▶ **PROBLEM REQUIREMENTS**: Search the material below for the string "take" and list each line that holds it.

▶ **TASK DATA**:
import { http, HttpResponse } from 'msw';
import { BUILT_IN_ARMS } from '@/lib/kinematics/library';
import type { LibraryArm } from '@/lib/contracts/arms';
import type { Layout, OperationBatch } from '@/lib/contracts/layouts';
import type { OtherPlanner } from '@/lib/contracts/presence';
import type { Remark } from '@/lib/contracts/remarks';
import { FakeLayoutServer } from '@/lib/editor/testing/fake-layout-server';
import type { Item } from '@/lib/layout/items';
import { mapSettingsSchema } from '@/lib/layout/map-settings';
import { api } from '@/tests/components/api';
import { fakeId } from '@/tests/components/fakes';

const NOW = '2031-05-04T08:00:00.000Z';

export const ARM: LibraryArm = {
  id: fakeId(70),
  familyId: fakeId(71),
  version: 1,
  name: 'Six-axis 12 kg, 1.4 m',
  description: '',
  payloadKg: 12,
  reachMm: 1420,
  definition: BUILT_IN_ARMS[1].arm as LibraryArm['definition'],
  createdAt: NOW,
  latest: true,
  archivedAt: null,
  layoutCount: 0,
};

/** One layout as its routes answer it, with the rules of the real ones and a line that can be cut. */
export class SheetServer {
  readonly layout = new FakeLayoutServer();
  readonly batches: OperationBatch[] = [];
  readonly mapQuestions: unknown[] = [];
  remarks: Remark[] = [];
  others: OtherPlanner[] = [];
  line: 'up' | 'down' = 'up';
  /** Runs once, just before the next batch is looked at: somebody was faster. */
  faster: (() => void) | null = null;

  readonly projectId = fakeId(1);
  readonly layoutId = fakeId(2);

  put(...items: Item[]): void {
    this.layout.take({
      id: crypto.randomUUID(),
      operations: items.map((item) => ({ type: 'put', baseVersion: this.versionOf(item.id), item })),
    });
  }

  versionOf(itemId: string): number {
    return this.layout.items.find(({ item }) => item.id === itemId)?.version ?? 0;
  }

  named(name: string): Item | undefined {
    return this.layout.items.find(({ item }) => item.name === name)?.item;
  }

  /** Answers the page's requests from here on. */
  listen(): void {
    const layout = `*/api/layouts/${this.layoutId}`;
    api.use(
      http.get(layout, () => HttpResponse.json(this.answer())),
      http.patch(layout, () => HttpResponse.json(this.answer())),
      http.get(`${layout}/changes`, ({ request }) =>
        HttpResponse.json(this.layout.changes(Number(new URL(request.url).searchParams.get('since')))),
      ),
      http.post(`${layout}/operations`, async ({ request }) => this.take((await request.json()) as OperationBatch)),
      http.post(`${layout}/presence`, () =>
        HttpResponse.json({ layoutVersion: this.layout.version, others: this.others }),
      ),
      http.get(`${layout}/revisions`, () => HttpResponse.json({ revisions: [] })),
      http.get(`${layout}/remarks`, () => HttpResponse.json({ remarks: this.remarks })),
      http.get('*/api/arms', () => HttpResponse.json({ arms: [ARM] })),
      http.get('*/api/fixtures', () => HttpResponse.json({ fixtures: [] })),
      http.get(`*/api/projects/${this.projectId}/floor-plans`, () => HttpResponse.json({ floorPlans: [] })),
      http.post('*/api/maps', async ({ request }) => {
        this.mapQuestions.push(await request.json());
        return HttpResponse.json(QUEUED_MAP, { status: 202 });
      }),
      http.get('*/api/maps/:mapId', () => HttpResponse.json(QUEUED_MAP)),
    );
  }

  private take(batch: OperationBatch) {
    if (this.line === 'down') return HttpResponse.error();
    this.batches.push(batch);
    this.faster?.();
    this.faster = null;
    const answer = this.layout.take(batch);
    if (answer.kind === 'accepted') return HttpResponse.json(answer.result);
    if (answer.kind !== 'stale') throw new Error('The fake server refuses stale batches only.');
    const body = {
      type: 'about:blank',
      title: 'Stale',
      status: 409,
      code: 'stale_item',
      detail: 'Newer.',
      requestId: 'test',
    };
    return HttpResponse.json({ ...body, conflicts: answer.conflicts }, { status: 409 });
  }

  private answer(): Layout {
    return {
      id: this.layoutId,
      projectId: this.projectId,
      letter: 'B',
      name: 'robots face to face',
      version: this.layout.version,
      floorPlanId: null,
      latestRevision: null,
      itemCount: this.layout.items.length,
      createdAt: NOW,
      updatedAt: NOW,
      projectName: 'Pump housing line, bay 4',
      mapSettings: mapSettingsSchema.parse({}),
      items: [...this.layout.items],
      floorPlan: null,
      arms: [ARM],
    };
  }
}

const QUEUED_MAP = {
  id: fakeId(80),
  key: 'a'.repeat(64),
  state: 'queued',
  progress: { done: 0, total: 4 },
  failure: null,
  grid: { originMm: [-1500, -1500], stepMm: 25, columns: 121, rows: 121 },
  summary: null,
  askedAt: NOW,
  finishedAt: null,
};
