import type { Palette } from '@/lib/layout/palette';
import { bandColour, strokeInk, traceCircle, tracePath, type Ink, type PointMm } from '../ink';
import type { DrawnBand } from '../types';

/** A task path or pattern as it is drawn: places and lines on the floor, mm. */
export interface DrawnPath {
  readonly id: string;
  readonly name: string;
  readonly line: readonly PointMm[];
  readonly corners: readonly PointMm[];
  /** The slowest stretch. */
  readonly weakest: readonly PointMm[];
  readonly band: DrawnBand;
}

export interface DrawnPattern {
  readonly id: string;
  readonly name: string;
  /** In the order of the places; layers lie over one another, so only the worst of each stack is drawn. */
  readonly places: readonly { readonly at: PointMm; readonly band: DrawnBand }[];
  readonly worst: PointMm | null;
}

/** A seam in the colour of its verdict; its weakest stretch thick, with bars across its ends so that it rests not on colour alone. */
export function drawPath(ink: Ink, palette: Palette, px: number, path: DrawnPath, chosen: boolean): void {
  const colour = path.band === 'unknown' ? palette.inkSoft : bandColour(palette, path.band);
  ink.lineJoin = 'round';
  tracePath(ink, path.line, false);
  strokeInk(ink, palette.sheet, (chosen ? 7 : 5) * px);
  tracePath(ink, path.line, false);
  if (path.band === 'out') ink.setLineDash([5 * px, 3 * px]);
  strokeInk(ink, colour, (chosen ? 3 : 2) * px);
  ink.setLineDash([]);
  if (path.weakest.length > 1) {
    tracePath(ink, path.weakest, false);
    strokeInk(ink, colour, (chosen ? 6.5 : 5) * px);
    for (const [end, next] of [
      [path.weakest[0], path.weakest[1]],
      [path.weakest[path.weakest.length - 1], path.weakest[path.weakest.length - 2]],
    ]) {
      const length = Math.hypot(next[0] - end[0], next[1] - end[1]) || 1;
      const [nx, ny] = [(-(next[1] - end[1]) / length) * 7 * px, ((next[0] - end[0]) / length) * 7 * px];
      tracePath(
        ink,
        [
          [end[0] - nx, end[1] - ny],
          [end[0] + nx, end[1] + ny],
        ],
        false,
      );
      strokeInk(ink, palette.ink, 1.5 * px);
    }
  }
  for (const [x, y] of path.corners) {
    traceCircle(ink, x, y, (chosen ? 3.5 : 2.5) * px);
    ink.fillStyle = palette.sheet;
    ink.fill();
    strokeInk(ink, colour, 1.4 * px);
  }
}

/** Places as small squares in the colour of their verdicts, out of reach crossed; the worst one ringed. */
export function drawPattern(ink: Ink, palette: Palette, px: number, pattern: DrawnPattern, chosen: boolean): void {
  const half = (chosen ? 4.5 : 3.5) * px;
  for (const {
    at: [x, y],
    band,
  } of pattern.places) {
    tracePath(
      ink,
      [
        [x - half, y - half],
        [x + half, y - half],
        [x + half, y + half],
        [x - half, y + half],
      ],
      true,
    );
    ink.fillStyle = band === 'unknown' ? palette.sheet : bandColour(palette, band);
    ink.fill();
    strokeInk(ink, band === 'unknown' ? palette.inkSoft : palette.sheet, px);
    if (band !== 'out') continue;
    tracePath(
      ink,
      [
        [x - half * 0.5, y - half * 0.5],
        [x + half * 0.5, y + half * 0.5],
      ],
      false,
    );
    strokeInk(ink, palette.sheet, 1.3 * px);
  }
  if (pattern.worst) {
    traceCircle(ink, pattern.worst[0], pattern.worst[1], half + 4 * px);
    strokeInk(ink, palette.ink, 1.4 * px);
  }
}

▶ **TASK RESULT**:
    this.layout.take({
      http.post(`${layout}/operations`, async ({ request }) => this.take((await request.json()) as OperationBatch)),
  private take(batch: OperationBatch) {
    const answer = this.layout.take(batch);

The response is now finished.